His personal baggage also provided backbone to one of the primary thematic elements of the film, and that was the centuries-old struggle of African Americans for equality. Killmonger is a symptom in the disease that has afflicted that portion of the population, in that he grew up fatherless which embittered him as an adult. Adding to that bitterness was the conclusion that there were people who could have helped him and those like him, but did not. Unfortunately, Killmonger misunderstands his own strength. He used his bitterness to motivate himself to make something of himself, so that he didn’t need help from anyone else. He saw that there were others who got head starts, and he trained himself extra hard in order to make up the difference and ultimately pass those who started out ahead of him, and that’s one of the things that makes his story so tragic. Killmonger had the ability and strength to be anything that he wanted to be, but his bitterness and anger were weaknesses that he could not overcome. That makes Killmonger one of the deepest and most complex characters in the entire Marvel pantheon.

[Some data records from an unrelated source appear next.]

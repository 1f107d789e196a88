package influence

import (
	"fmt"
	"math"
	"slices"
)

// far is how many standard errors every divisor must be from zero where an interval
// rests on the gradient alone. Common practice asks for 4, which leaves a relative
// lift at one-sided nominal 0.025 with an error of 0.109 (our simulation).
const far = 10

// How a value theta is tested as a null.
type method uint8

const (
	symmetric method = iota // value - theta over the standard error
	fieller                 // p - t q, linear in the means, over its own standard error at t
	logarithm               // the difference of logarithms
)

// null holds what the tests of all values theta have in common.
//
//	source  Fieller 1954, JRSS B 16:175, for linear numerator and denominator; the
//	        logarithm by the delta method
type null struct {
	method        method
	p, q          float64 // fieller: value = p/q - offset
	vpp, vpq, vqq float64 // and the covariance matrix of p and q
	offset        float64
	log, logSE    float64 // logarithm: of one over zero
	nearest       float64 // logarithm: the least distance of a divisor from zero, in standard errors
	why           string
}

func (e *Effect) newNull() null {
	s := e.estimate.Shape
	straight := s.Kind == Mean || s.Kind == Linear
	switch {
	case straight && e.contrast != relative:
		return null{method: symmetric}
	case straight:
		one := linear{One: slices.Clone(e.grad[One])}
		zero := linear{Zero: slices.Clone(e.grad[Zero])}
		return e.fieller(e.at[One], e.at[Zero], one, zero, 1)
	case s.Kind == Ratio && e.contrast == single:
		return e.fieller(e.arms[One].Mean[s.Num], e.arms[One].Mean[s.Den], e.mean(One, s.Num), e.mean(One, s.Den), 0)
	case s.Kind == Ratio && e.contrast == relative && e.positive():
		return e.logarithm()
	}
	return null{method: symmetric, why: e.nearDivisor()}
}

// mean is one arm's mean of score i as a linear functional.
func (e *Effect) mean(role Role, i int) (f linear) {
	f[role] = make([]float64, len(e.arms[role].Mean))
	f[role][i] = 1
	return f
}

// fieller takes the numerator less the estimated ratio times the denominator in place of the
// numerator: the same set, and no cancellation between variances far larger than what is left.
func (e *Effect) fieller(p, q float64, fp, fq linear, offset float64) null {
	if r := p / q; q != 0 && !math.IsInf(r, 0) && !math.IsNaN(r) {
		for role := range fq {
			if fq[role] == nil {
				continue
			}
			if fp[role] == nil {
				fp[role] = make([]float64, len(fq[role]))
			}
			for i, x := range fq[role] {
				fp[role][i] -= r * x
			}
		}
		p, offset = 0, offset-r
	}
	return null{method: fieller, p: p, q: q, offset: offset,
		vpp: e.covariance(fp, fp), vpq: e.covariance(fp, fq), vqq: e.covariance(fq, fq)}
}

// positive reports whether all four parts of a lift of ratios are.
func (e *Effect) positive() bool {
	s := e.estimate.Shape
	for _, arm := range e.arms {
		if !(arm.Mean[s.Num] > 0 && arm.Mean[s.Den] > 0) {
			return false
		}
	}
	return true
}

func (e *Effect) logarithm() null {
	s := e.estimate.Shape
	var f linear
	n := null{method: logarithm, nearest: math.Inf(1)}
	for role, arm := range e.arms {
		sign := 1.0
		if Role(role) == Zero {
			sign = -1
		}
		num, den := arm.Mean[s.Num], arm.Mean[s.Den]
		f[role] = make([]float64, len(arm.Mean))
		f[role][s.Num] = sign / num
		f[role][s.Den] -= sign / den
		n.log += sign * (math.Log(num) - math.Log(den))
		n.nearest = min(n.nearest, den/e.sd(e.mean(Role(role), s.Den)))
		if Role(role) == Zero {
			n.nearest = min(n.nearest, num/e.sd(e.mean(Zero, s.Num)))
		}
	}
	n.logSE = e.sd(f)
	return n
}

func (e *Effect) sd(f linear) float64 { return math.Sqrt(e.covariance(f, f)) }

// nearDivisor names a divisor that is too near zero for its size to be known.
func (e *Effect) nearDivisor() string {
	for role, arm := range e.arms {
		if arm == nil {
			continue
		}
		tell := func(what string, x float64, f linear) string {
			if sd := e.sd(f); !(math.Abs(x) >= far*sd) || x == 0 {
				return fmt.Sprintf("%s%s is %.3g standard errors from zero, and the error of this estimate is known only beyond %d", what, in(arm), math.Abs(x)/sd, far)
			}
			return ""
		}
		if e.estimate.Shape.Kind == Ratio {
			den := e.estimate.Shape.Den
			if why := tell("the denominator", arm.Mean[den], e.mean(Role(role), den)); why != "" {
				return why
			}
		} else {
			for _, d := range e.estimate.Divisors {
				var f linear
				f[role] = make([]float64, len(arm.Mean))
				x := d.Gradient(arm.Mean, f[role])
				if why := tell("a denominator", x, f); why != "" {
					return why
				}
			}
		}
		if e.contrast == relative && Role(role) == Zero {
			if why := tell("the value to compare with", e.at[Zero], linear{Zero: e.grad[Zero]}); why != "" {
				return why
			}
		}
	}
	return ""
}

// Z returns the test statistic of theta as the true value, standard normal for many
// units if it is, and positive when the estimate lies above theta. Not a number
// where Why says so.
//
//	one ratio                 the mean of num - theta den, over its standard error
//	relative lift of means    m1 - (1 + theta) m0, likewise
//	relative lift of ratios   on the logarithmic scale, where all parts are positive
//	anything else             Value - theta over StdError
func (e *Effect) Z(theta float64) float64 {
	if e.why != "" {
		return math.NaN()
	}
	switch n := &e.null; n.method {
	case fieller:
		t := theta + n.offset
		v := n.vpp - 2*t*n.vpq + t*t*n.vqq
		if v <= 0x1p-49*(n.vpp+2*math.Abs(t*n.vpq)+t*t*n.vqq) {
			v = 0
		}
		return math.Copysign(1, n.q) * (n.p - t*n.q) / math.Sqrt(v)
	case logarithm:
		if theta <= -1 {
			return math.Inf(1)
		}
		return (n.log - math.Log1p(theta)) / n.logSE
	default:
		return (e.value - theta) / e.se
	}
}

// Set returns the values theta with |Z(theta)| <= c, an interval that holds Value.
// Each end alone is the one-sided bound at the same c: the values with Z <= c are
// those from lo on. It is none, and why says so, where Why does or where it would be
// unbounded because a denominator is within c standard errors of zero.
//
//	in  c > 0, for example a normal or t quantile, or a sequential boundary's
func (e *Effect) Set(c float64) (lo, hi float64, why string) {
	none := math.NaN()
	if e.why != "" {
		return none, none, e.why
	}
	switch n := &e.null; n.method {
	case fieller:
		a := n.q*n.q - c*c*n.vqq
		if !(a > 0) {
			return none, none, e.unbounded(math.Abs(n.q)/math.Sqrt(n.vqq), c)
		}
		b := n.p*n.q - c*c*n.vpq
		// The discriminant b b - a (p p - c c vpp), with what cancels left out.
		d := n.q*n.q*n.vpp - 2*n.p*n.q*n.vpq + n.p*n.p*n.vqq - c*c*(n.vpp*n.vqq-n.vpq*n.vpq)
		r := c * math.Sqrt(max(0, d))
		return (b-r)/a - n.offset, (b+r)/a - n.offset, ""
	case logarithm:
		// The logarithm of a part that may be zero is not near normal, and an interval
		// that excludes infinity would not be honest.
		if !(n.nearest > c) {
			return none, none, e.unbounded(n.nearest, c)
		}
		return math.Expm1(n.log - c*n.logSE), math.Expm1(n.log + c*n.logSE), ""
	default:
		return e.value - c*e.se, e.value + c*e.se, ""
	}
}

func (e *Effect) unbounded(z, c float64) string {
	return fmt.Sprintf("unbounded: a denominator is only %.3g standard errors from zero, within the %.3g of the interval", z, c)
}
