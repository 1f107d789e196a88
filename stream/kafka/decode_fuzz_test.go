package kafka

import (
	"encoding/binary"
	"errors"
	"hash/crc32"
	"slices"
	"testing"

	"github.com/segmentio/kafka-go/compress"
	"github.com/twmb/franz-go/pkg/kmsg"
)

func FuzzDecode(f *testing.F) {
	for _, codec := range codecs {
		b := testBatch{base: 5, values: numbered("v", 0, 4), attributes: codec | transactionBit, producer: 3}.append(nil)
		f.Add(marker(b, 9, 3, false), int64(6), true)
	}
	f.Add(oldMessageBytes(1, 1, 1, 5, string(pack(compress.Gzip, oldMessageBytes(1, 0, 0, 5, "a")))), int64(0), true)
	f.Add(oldMessageBytes(0, 0, 1, 5, "a"), int64(0), false)
	f.Fuzz(func(t *testing.T, data []byte, next int64, sealed bool) {
		data = slices.Clone(data)
		for i := 0; sealed && i+atMagic < len(data); { // else hardly anything would get past the checksums
			size := int(int32(binary.BigEndian.Uint32(data[i+atLength:])))
			if size < atOldBody || size > len(data)-i-prefix {
				break
			}
			if b := data[i : i+prefix+size]; b[atMagic] == 2 {
				seal(b)
			} else {
				binary.BigEndian.PutUint32(b[atOldCRC:], crc32.ChecksumIEEE(b[atMagic:]))
			}
			i += prefix + size
		}
		d := decoder{most: 1 << 20}
		d.begin(data, next, []aborted{{3, 5}})
		err := d.batches(0, len(data))
		var dmg *damage
		if err != nil && !errors.As(err, &dmg) {
			t.Fatalf("an error of another kind: %v", err)
		}
		at := next
		for _, m := range d.messages {
			if m.Offset < at || m.Start < 0 || m.Start > m.End || m.End > len(d.data) || m.Stamp < 0 {
				t.Fatalf("message %+v after offset %d in %d bytes", m, at, len(d.data))
			}
			at = m.Offset + 1
		}
		if d.next < at {
			t.Fatalf("next %d, after messages up to %d", d.next, at)
		}
	})
}

func FuzzAnswers(f *testing.F) {
	f.Add([]byte{0, 0, 0, 0, 0, 0, 0, 0, 0, 0, 0, 0, 0, 1, 0, 1, 't', 0, 0, 0, 1, 0, 0, 0, 2})
	res := kmsg.NewPtrMetadataResponse()
	res.Version = metadataVersion
	res.Topics = []kmsg.MetadataResponseTopic{{Topic: kmsg.StringPtr("t"), Partitions: []kmsg.MetadataResponseTopicPartition{{Partition: 1, Leader: 2, Replicas: []int32{2}}}}}
	f.Add(append([]byte{0}, res.AppendTo(nil)...))
	f.Fuzz(func(t *testing.T, data []byte) {
		if got, err := parseFetch(data, wanted{topic: "t", partition: 2}, nil); err == nil && (got.start < 0 || got.end > len(data) || got.start > got.end) {
			t.Fatalf("records at %d to %d of %d bytes", got.start, got.end, len(data))
		}
		if _, err := parseLayout(data); err != nil && !errors.Is(err, errGarbled) {
			t.Fatal(err)
		}
		parseMembers(data)
	})
}
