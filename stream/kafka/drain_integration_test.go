//go:build integration

package kafka

import (
	"context"
	"errors"
	"fmt"
	"io"
	"slices"
	"sync"
	"sync/atomic"
	"testing"
	"time"

	kafkago "github.com/segmentio/kafka-go"
	"github.com/twmb/franz-go/pkg/kgo"

	"stillwell/stream"
	"stillwell/stream/kafka/kafkatest"
)

const (
	drainMessages   = 2_000_000
	drainPartitions = 4
	drainRounds     = 5
)

// How fast is a full topic read, against the library's own ways to do it? All ways take turns, so that what
// else the machine does hits them alike; what counts is the median.
//
//	go test -tags integration ./stream/kafka -run '^$' -bench Drain -benchtime 1x -timeout 20m
func BenchmarkDrain(b *testing.B) {
	broker := kafkatest.Start(b, kafkatest.Options{})
	for _, codec := range []string{"none", "lz4", "zstd"} {
		topic := "harbour." + codec
		fill(b, broker, topic, codec)
		b.Run("codec="+codec, func(b *testing.B) {
			ways := []struct {
				name  string
				drain func(*testing.B, string, string)
				once  bool
				rates []float64
			}{
				{name: "source", drain: drainSource},
				{name: "batch-read-message", drain: drainBatch(readMessages)},
				{name: "batch-read", drain: drainBatch(readValues)},
				{name: "reader", drain: drainReader, once: true},
			}
			for b.Loop() {
				for round := range drainRounds {
					for i := range ways {
						if ways[i].once && round > 0 {
							continue // it takes long
						}
						began := time.Now()
						ways[i].drain(b, broker.Addr, topic)
						ways[i].rates = append(ways[i].rates, drainMessages/time.Since(began).Seconds()/1e6)
					}
				}
			}
			for i := range ways {
				slices.Sort(ways[i].rates)
				b.ReportMetric(ways[i].rates[len(ways[i].rates)/2], ways[i].name+"-M/s")
			}
			for _, w := range ways[1:] {
				b.ReportMetric(ways[0].rates[len(ways[0].rates)/2]/w.rates[len(w.rates)/2], "source/"+w.name)
			}
		})
	}
}

// fill writes messages of 120 bytes that look like events.
func fill(b *testing.B, broker *kafkatest.Broker, topic, codec string) {
	b.Helper()
	broker.CreateTopic(topic, drainPartitions, nil)
	compression := map[string]kgo.CompressionCodec{"none": kgo.NoCompression(), "lz4": kgo.Lz4Compression(), "zstd": kgo.ZstdCompression()}[codec]
	cl := kafkatest.NewClient(b, []string{broker.Addr}, kgo.ProducerBatchCompression(compression), kgo.ProducerLinger(10*time.Millisecond), kgo.MaxBufferedRecords(100_000))
	var failed atomic.Pointer[error]
	for i := range drainMessages {
		value := fmt.Appendf(nil, `{"id":"%08d","type":"ticket","passenger":"p-%05d","amount":%d,"ts":"2026-03-02T10:%02d:%02dZ","ship":"Mira"}`, i, i*7919%100_000, i%90, i/60%60, i%60)
		for len(value) < 120 {
			value = append(value, ' ')
		}
		cl.Client.Produce(context.Background(), &kgo.Record{Topic: topic, Partition: int32(i % drainPartitions), Value: value[:120]}, func(_ *kgo.Record, err error) {
			if err != nil {
				failed.Store(&err)
			}
		})
	}
	if err := cl.Flush(context.Background()); err != nil || failed.Load() != nil {
		b.Fatal(err, failed.Load())
	}
}

// A counter is a receiver that does as little as it can: it looks at each message, as a decoder would.
type counter struct {
	left  atomic.Int64
	done  context.CancelFunc
	mu    sync.Mutex
	bytes int64
}

func (c *counter) Open(name string) (*stream.Partition, stream.Position, bool, error) {
	return &stream.Partition{Name: name}, stream.Position{}, false, nil
}

func (c *counter) Chunk(_ context.Context, chunk *stream.Chunk) error {
	n := int64(0)
	for _, m := range chunk.Messages {
		n += int64(m.End - m.Start)
	}
	c.mu.Lock()
	c.bytes += n
	c.mu.Unlock()
	if c.left.Add(-int64(len(chunk.Messages))) == 0 {
		c.done()
	}
	chunk.Release()
	return nil
}

func (c *counter) End(*stream.Partition)                       {}
func (c *counter) CaughtUp(*stream.Partition)                  {}
func (c *counter) Gap(*stream.Partition, int64, int64, string) {}

func drainSource(b *testing.B, addr, topic string) {
	s, err := New(Config{Brokers: []string{addr}, Topics: []string{topic}})
	if err != nil {
		b.Fatal(err)
	}
	ctx, cancel := context.WithTimeout(context.Background(), time.Minute)
	c := &counter{done: cancel}
	c.left.Store(drainMessages)
	if err := s.Run(ctx, c); err != nil || c.left.Load() != 0 || c.bytes != 120*drainMessages {
		b.Fatalf("%v, %d left, %d bytes", err, c.left.Load(), c.bytes)
	}
}

// drainBatch reads each partition by Conn.ReadBatchWith.
func drainBatch(read func(*kafkago.Batch, int64) (n, bytes int64, err error)) func(*testing.B, string, string) {
	return func(b *testing.B, addr, topic string) {
		var n, size atomic.Int64
		var g sync.WaitGroup
		for p := range drainPartitions {
			g.Go(func() {
				conn, err := kafkago.DialLeader(context.Background(), "tcp", addr, topic, p)
				if err != nil {
					b.Error(err)
					return
				}
				defer conn.Close()
				for at := int64(0); at < drainMessages/drainPartitions; {
					if _, err := conn.Seek(at, kafkago.SeekAbsolute|kafkago.SeekDontCheck); err != nil {
						b.Error(err)
						return
					}
					batch := conn.ReadBatchWith(kafkago.ReadBatchConfig{MinBytes: 1, MaxBytes: 1 << 20, MaxWait: 500 * time.Millisecond})
					messages, bytes, err := read(batch, at)
					n.Add(messages)
					size.Add(bytes)
					at = batch.Offset()
					if closed := batch.Close(); closed != nil || err != nil && !errors.Is(err, io.EOF) {
						b.Error(err, closed)
						return
					}
				}
			})
		}
		g.Wait()
		if n.Load() != drainMessages || size.Load() != 120*drainMessages {
			b.Fatalf("%d messages, %d bytes", n.Load(), size.Load())
		}
	}
}

func readMessages(batch *kafkago.Batch, _ int64) (n, bytes int64, err error) {
	for {
		m, err := batch.ReadMessage()
		if err != nil {
			return n, bytes, err
		}
		n++
		bytes += int64(len(m.Value))
	}
}

func readValues(batch *kafkago.Batch, wanted int64) (n, bytes int64, err error) {
	buf := make([]byte, 4096)
	for {
		size, err := batch.Read(buf)
		if err != nil {
			return n, bytes, err
		}
		if batch.Offset() > wanted { // else it lies before what was asked for
			n++
			bytes += int64(size)
		}
	}
}

func drainReader(b *testing.B, addr, topic string) {
	var g sync.WaitGroup
	for p := range drainPartitions {
		g.Go(func() {
			r := kafkago.NewReader(kafkago.ReaderConfig{Brokers: []string{addr}, Topic: topic, Partition: p, MinBytes: 1, MaxBytes: 1 << 20, QueueCapacity: 10_000})
			defer r.Close()
			for range drainMessages / drainPartitions {
				if _, err := r.ReadMessage(context.Background()); err != nil {
					b.Error(err)
					return
				}
			}
		})
	}
	g.Wait()
}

And now, here comes the “but”. My problem with Black Panther, and indeed many of the Marvel films, is that they’re wide, but they’re shallow. Whether it’s the directors of the films or the studio executives pulling the strings, there is always a lot of stuff crammed into each one of these films so we’re not able to dive into anything. There is very little depth in any Marvel film. Some of the Marvel films and characters like Captain America, David Banner/The Hulk, Peter Quill/Starlord, and Thor do have some depth. The surface is scratched a little deeper so that we as the audience are allowed some semblance of an emotional connection, but beyond that, there is very little in these films to become attached to. Marvel movies tend to be little more than eye-candy. I understand that the formula is working quite well for them, and that a lot of people continue to go and see their films and those films are practically printing their own money.
What the lack of depth will do, however, is it will cause many of these films go be forgotten over time. It’s already difficult to remember what events happened in which films. That’s a consequence of cramming so much material into each film. The films themselves become diluted. They’re as entertaining as they possibly can be, but stories are at their most effective when they evoke an emotional reaction from the viewer. I’ve watched many action films where I care about what happens and am emotionally affected by what happens in the story. I can think of a grand total of one time that happened in a Marvel movie, and it was in Black Panther and it was a scene with Killmonger.
Killmonger’s last scene, and in fact his last line of dialogue, give us such an emotional catharsis. I would love to see Marvel give us a film with half the characters of a typical Marvel film, and half to subplots, locations and action sequences. I would be happier to have fewer things to keep track of if it meant that we could take a deeper dive into what was left. That would be a lot more interesting and fewer components would also be a lot more memorable.
While not a perfect film, Black Panther should be applauded for attempting to do things that other Marvel films have not. Hopefully, the executives at Marvel and Disney will see that there is an appetite for thoughtfulness and emotions. I would tell them to give us more characters like Killmonger, who have the kind of depth that opens up thematic components to the stories and situations that will make us think and feel rather than just watch and react.